WORK REQUEST -
All of the records below are to be copied exactly.

----- RECORDED INFORMATION

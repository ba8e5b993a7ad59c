package matano

import (
	"fmt"
	"math"
	"math/rand/v2"
	"strings"
	"testing"

	"github.com/fickfit/fickfit/fit/numeric"
	"github.com/fickfit/fickfit/profile"
)

// invariantCouple is a couple with exponential D(C) (×10 across the range)
// from the Crank–Nicolson solver, 60 points with 0.5 % scatter, values as
// fractions from 0.02 to 0.30 and depths in m with the interface at 0.
func invariantCouple(t *testing.T, seed uint64) *profile.Profile {
	t.Helper()
	const tm = 50 * 3600.0
	law := numeric.Exp{D: 1e-14, K: math.Log(10)}
	sol, L := boxCouple(t, law, tm)
	half := 6 * math.Sqrt(law.Max(0, 1)*tm)
	rng := rand.New(rand.NewPCG(seed, 5))
	p := &profile.Profile{ID: "inv", Time: tm}
	for i := 0; i < 60; i++ {
		x := L/2 - half + 2*half*float64(i)/59
		p.Depth = append(p.Depth, x-L/2)
		p.Value = append(p.Value, 0.02+0.28*(sol.At(x)+0.005*rng.NormFloat64()))
	}
	return p
}

// transformed returns p with depths x·ds + dx (a length unit read as if it
// were metres, and another origin) and values y·vs + vo.
func transformed(p *profile.Profile, ds, dx, vs, vo float64) *profile.Profile {
	q := *p
	q.Depth, q.Value = make([]float64, len(p.Depth)), make([]float64, len(p.Value))
	for i := range p.Depth {
		q.Depth[i] = p.Depth[i]*ds + dx
		q.Value[i] = p.Value[i]*vs + vo
	}
	return &q
}

func relDiff(a, b float64) float64 {
	if a == b {
		return 0
	}
	return math.Abs(a-b) / math.Max(math.Abs(a), math.Abs(b))
}

// TestUnitInvariance: the same couple written in other units must give the
// same D(C), band and Matano plane after unit scaling, to 1e-6 (issue 11;
// common practice, no source). Values in fraction, at% (×100) and ppm
// (×1e6, with an offset); depths as metres, as millimetre and micrometre
// numbers read as metres (D scales with length², the plane with length),
// with the origin moved, and mirrored. D is invariant to the value unit;
// it scales as the square of the length unit. (The smoother works on
// unit-free data rounded to 2⁻⁴⁰ of the range, so the agreement is to
// rounding, ~1e-15, band included.)
func TestUnitInvariance(t *testing.T) {
	for _, seed := range []uint64{1} {
		p := invariantCouple(t, seed)
		opt := Options{Resamples: 100, Seed: seed}
		base, err := Analyze(p, 0, opt)
		if err != nil {
			t.Fatal(err)
		}
		cases := []struct {
			name           string
			ds, dx, vs, vo float64
		}{
			{"at%", 1, 0, 100, 0},
			{"ppm with offset", 1, 0, 1e6, -3e4},
			{"mm numbers", 1e3, 0, 1, 0},
			{"µm numbers, other origin, at%", 1e6, 250, 100, 0},
			{"falling (mirrored), at%", -1, 0, 100, 0},
		}
		for _, c := range cases {
			q := transformed(p, c.ds, c.dx, c.vs, c.vo)
			o := opt
			o.Concentrations = make([]float64, len(base.Points))
			for i, pt := range base.Points {
				o.Concentrations[i] = pt.C*c.vs + c.vo
			}
			r, err := Analyze(q, 0, o)
			if err != nil {
				t.Fatalf("%s: %v", c.name, err)
			}
			name := fmt.Sprintf("seed %d, %s", seed, c.name)
			if r.Smooth.Terms() != base.Smooth.Terms() {
				t.Errorf("%s: %d terms, %d in fractions and metres", name, r.Smooth.Terms(), base.Smooth.Terms())
			}
			d2 := c.ds * c.ds
			worst := 0.0
			for i, pt := range r.Points {
				b := base.Points[i]
				for _, pair := range [][2]float64{{pt.D / d2, b.D}, {pt.CI.Lo / d2, b.CI.Lo}, {pt.CI.Hi / d2, b.CI.Hi}} {
					worst = math.Max(worst, relDiff(pair[0], pair[1]))
				}
			}
			if worst > 1e-6 {
				t.Errorf("%s: D(C) or its band differ by %.2g relative", name, worst)
			}
			span := p.Depth[len(p.Depth)-1] - p.Depth[0]
			if dev := math.Abs((*r.MatanoPlane-c.dx)/c.ds - *base.MatanoPlane); dev > 1e-6*span {
				t.Errorf("%s: Matano plane %.9g m, %.9g m in fractions and metres (%.2g of the span)", name, (*r.MatanoPlane-c.dx)/c.ds, *base.MatanoPlane, dev/span)
			}
			t.Logf("%s: %d terms, worst relative difference of D and band %.1e", name, r.Smooth.Terms(), worst)
		}
	}
}

// TestUnitInvarianceFromFiles: the same couple read from two files, one in
// µm and at%, one in mm and fractions (the readers convert to metres),
// gives the same D(C) and Matano plane to 1e-6 (common practice, no
// source).
func TestUnitInvarianceFromFiles(t *testing.T) {
	p := invariantCouple(t, 3)
	var um, mm strings.Builder
	um.WriteString("# id: inv\n# time: 50 h\nposition_um,Ni_at%\n")
	mm.WriteString("# id: inv\n# time: 50 h\nposition_mm,Ni_fraction\n")
	for i := range p.Depth {
		fmt.Fprintf(&um, "%.10g,%.10g\n", p.Depth[i]*1e6, p.Value[i]*100)
		fmt.Fprintf(&mm, "%.10g,%.10g\n", p.Depth[i]*1e3, p.Value[i])
	}
	read := func(s, name string) *profile.Profile {
		ps, err := profile.ReadCSV(strings.NewReader(s), name)
		if err != nil || len(ps) != 1 {
			t.Fatalf("%s: %v", name, err)
		}
		return &ps[0]
	}
	a, b := read(um.String(), "um.csv"), read(mm.String(), "mm.csv")
	ra, err := Analyze(a, 0, Options{Resamples: 100, Seed: 3})
	if err != nil {
		t.Fatal(err)
	}
	cs := make([]float64, len(ra.Points))
	for i, pt := range ra.Points {
		cs[i] = pt.C / 100
	}
	rb, err := Analyze(b, 0, Options{Resamples: 100, Seed: 3, Concentrations: cs})
	if err != nil {
		t.Fatal(err)
	}
	for i := range ra.Points {
		x, y := ra.Points[i], rb.Points[i]
		if d := math.Max(relDiff(x.D, y.D), math.Max(relDiff(x.CI.Lo, y.CI.Lo), relDiff(x.CI.Hi, y.CI.Hi))); d > 1e-6 {
			t.Errorf("C = %g at%%: D %v %v, %v %v (%.2g)", x.C, x.D, x.CI, y.D, y.CI, d)
		}
	}
	span := a.Depth[len(a.Depth)-1] - a.Depth[0]
	if d := math.Abs(*ra.MatanoPlane - *rb.MatanoPlane); d > 1e-6*span {
		t.Errorf("Matano plane %.9g m from µm, %.9g m from mm", *ra.MatanoPlane, *rb.MatanoPlane)
	}
}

----------

WRITTEN SOLUTION -
repository ba8e5b993a7ad59c
package matano

import (
	"fmt"
	"math"
	"math/rand/v2"
	"strings"
	"testing"

	"github.com/fickfit/fickfit/fit/numeric"
	"github.com/fickfit/fickfit/profile"
)

// invariantCouple is a couple with exponential D(C) (×10 across the range)
// from the Crank–Nicolson solver, 60 points with 0.5 % scatter, values as
// fractions from 0.02 to 0.30 and depths in m with the interface at 0.
func invariantCouple(t *testing.T, seed uint64) *profile.Profile {
	t.Helper()
	const tm = 50 * 3600.0
	law := numeric.Exp{D: 1e-14, K: math.Log(10)}
	sol, L := boxCouple(t, law, tm)
	half := 6 * math.Sqrt(law.Max(0, 1)*tm)
	rng := rand.New(rand.NewPCG(seed, 5))
	p := &profile.Profile{ID: "inv", Time: tm}
	for i := 0; i < 60; i++ {
		x := L/2 - half + 2*half*float64(i)/59
		p.Depth = append(p.Depth, x-L/2)
		p.Value = append(p.Value, 0.02+0.28*(sol.At(x)+0.005*rng.NormFloat64()))
	}
	return p
}

// transformed returns p with depths x·ds + dx (a length unit read as if it
// were metres, and another origin) and values y·vs + vo.
func transformed(p *profile.Profile, ds, dx, vs, vo float64) *profile.Profile {
	q := *p
	q.Depth, q.Value = make([]float64, len(p.Depth)), make([]float64, len(p.Value))
	for i := range p.Depth {
		q.Depth[i] = p.Depth[i]*ds + dx
		q.Value[i] = p.Value[i]*vs + vo
	}
	return &q
}

func relDiff(a, b float64) float64 {
	if a == b {
		return 0
	}
	return math.Abs(a-b) / math.Max(math.Abs(a), math.Abs(b))
}

// TestUnitInvariance: the same couple written in other units must give the
// same D(C), band and Matano plane after unit scaling, to 1e-6 (issue 11;
// common practice, no source). Values in fraction, at% (×100) and ppm
// (×1e6, with an offset); depths as metres, as millimetre and micrometre
// numbers read as metres (D scales with length², the plane with length),
// with the origin moved, and mirrored. D is invariant to the value unit;
// it scales as the square of the length unit. (The smoother works on
// unit-free data rounded to 2⁻⁴⁰ of the range, so the agreement is to
// rounding, ~1e-15, band included.)
func TestUnitInvariance(t *testing.T) {
	for _, seed := range []uint64{1} {
		p := invariantCouple(t, seed)
		opt := Options{Resamples: 100, Seed: seed}
		base, err := Analyze(p, 0, opt)
		if err != nil {
			t.Fatal(err)
		}
		cases := []struct {
			name           string
			ds, dx, vs, vo float64
		}{
			{"at%", 1, 0, 100, 0},
			{"ppm with offset", 1, 0, 1e6, -3e4},
			{"mm numbers", 1e3, 0, 1, 0},
			{"µm numbers, other origin, at%", 1e6, 250, 100, 0},
			{"falling (mirrored), at%", -1, 0, 100, 0},
		}
		for _, c := range cases {
			q := transformed(p, c.ds, c.dx, c.vs, c.vo)
			o := opt
			o.Concentrations = make([]float64, len(base.Points))
			for i, pt := range base.Points {
				o.Concentrations[i] = pt.C*c.vs + c.vo
			}
			r, err := Analyze(q, 0, o)
			if err != nil {
				t.Fatalf("%s: %v", c.name, err)
			}
			name := fmt.Sprintf("seed %d, %s", seed, c.name)
			if r.Smooth.Terms() != base.Smooth.Terms() {
				t.Errorf("%s: %d terms, %d in fractions and metres", name, r.Smooth.Terms(), base.Smooth.Terms())
			}
			d2 := c.ds * c.ds
			worst := 0.0
			for i, pt := range r.Points {
				b := base.Points[i]
				for _, pair := range [][2]float64{{pt.D / d2, b.D}, {pt.CI.Lo / d2, b.CI.Lo}, {pt.CI.Hi / d2, b.CI.Hi}} {
					worst = math.Max(worst, relDiff(pair[0], pair[1]))
				}
			}
			if worst > 1e-6 {
				t.Errorf("%s: D(C) or its band differ by %.2g relative", name, worst)
			}
			span := p.Depth[len(p.Depth)-1] - p.Depth[0]
			if dev := math.Abs((*r.MatanoPlane-c.dx)/c.ds - *base.MatanoPlane); dev > 1e-6*span {
				t.Errorf("%s: Matano plane %.9g m, %.9g m in fractions and metres (%.2g of the span)", name, (*r.MatanoPlane-c.dx)/c.ds, *base.MatanoPlane, dev/span)
			}
			t.Logf("%s: %d terms, worst relative difference of D and band %.1e", name, r.Smooth.Terms(), worst)
		}
	}
}

// TestUnitInvarianceFromFiles: the same couple read from two files, one in
// µm and at%, one in mm and fractions (the readers convert to metres),
// gives the same D(C) and Matano plane to 1e-6 (common practice, no
// source).
func TestUnitInvarianceFromFiles(t *testing.T) {
	p := invariantCouple(t, 3)
	var um, mm strings.Builder
	um.WriteString("# id: inv\n# time: 50 h\nposition_um,Ni_at%\n")
	mm.WriteString("# id: inv\n# time: 50 h\nposition_mm,Ni_fraction\n")
	for i := range p.Depth {
		fmt.Fprintf(&um, "%.10g,%.10g\n", p.Depth[i]*1e6, p.Value[i]*100)
		fmt.Fprintf(&mm, "%.10g,%.10g\n", p.Depth[i]*1e3, p.Value[i])
	}
	read := func(s, name string) *profile.Profile {
		ps, err := profile.ReadCSV(strings.NewReader(s), name)
		if err != nil || len(ps) != 1 {
			t.Fatalf("%s: %v", name, err)
		}
		return &ps[0]
	}
	a, b := read(um.String(), "um.csv"), read(mm.String(), "mm.csv")
	ra, err := Analyze(a, 0, Options{Resamples: 100, Seed: 3})
	if err != nil {
		t.Fatal(err)
	}
	cs := make([]float64, len(ra.Points))
	for i, pt := range ra.Points {
		cs[i] = pt.C / 100
	}
	rb, err := Analyze(b, 0, Options{Resamples: 100, Seed: 3, Concentrations: cs})
	if err != nil {
		t.Fatal(err)
	}
	for i := range ra.Points {
		x, y := ra.Points[i], rb.Points[i]
		if d := math.Max(relDiff(x.D, y.D), math.Max(relDiff(x.CI.Lo, y.CI.Lo), relDiff(x.CI.Hi, y.CI.Hi))); d > 1e-6 {
			t.Errorf("C = %g at%%: D %v %v, %v %v (%.2g)", x.C, x.D, x.CI, y.D, y.CI, d)
		}
	}
	span := a.Depth[len(a.Depth)-1] - a.Depth[0]
	if d := math.Abs(*ra.MatanoPlane - *rb.MatanoPlane); d > 1e-6*span {
		t.Errorf("Matano plane %.9g m from µm, %.9g m from mm", *ra.MatanoPlane, *rb.MatanoPlane)
	}
}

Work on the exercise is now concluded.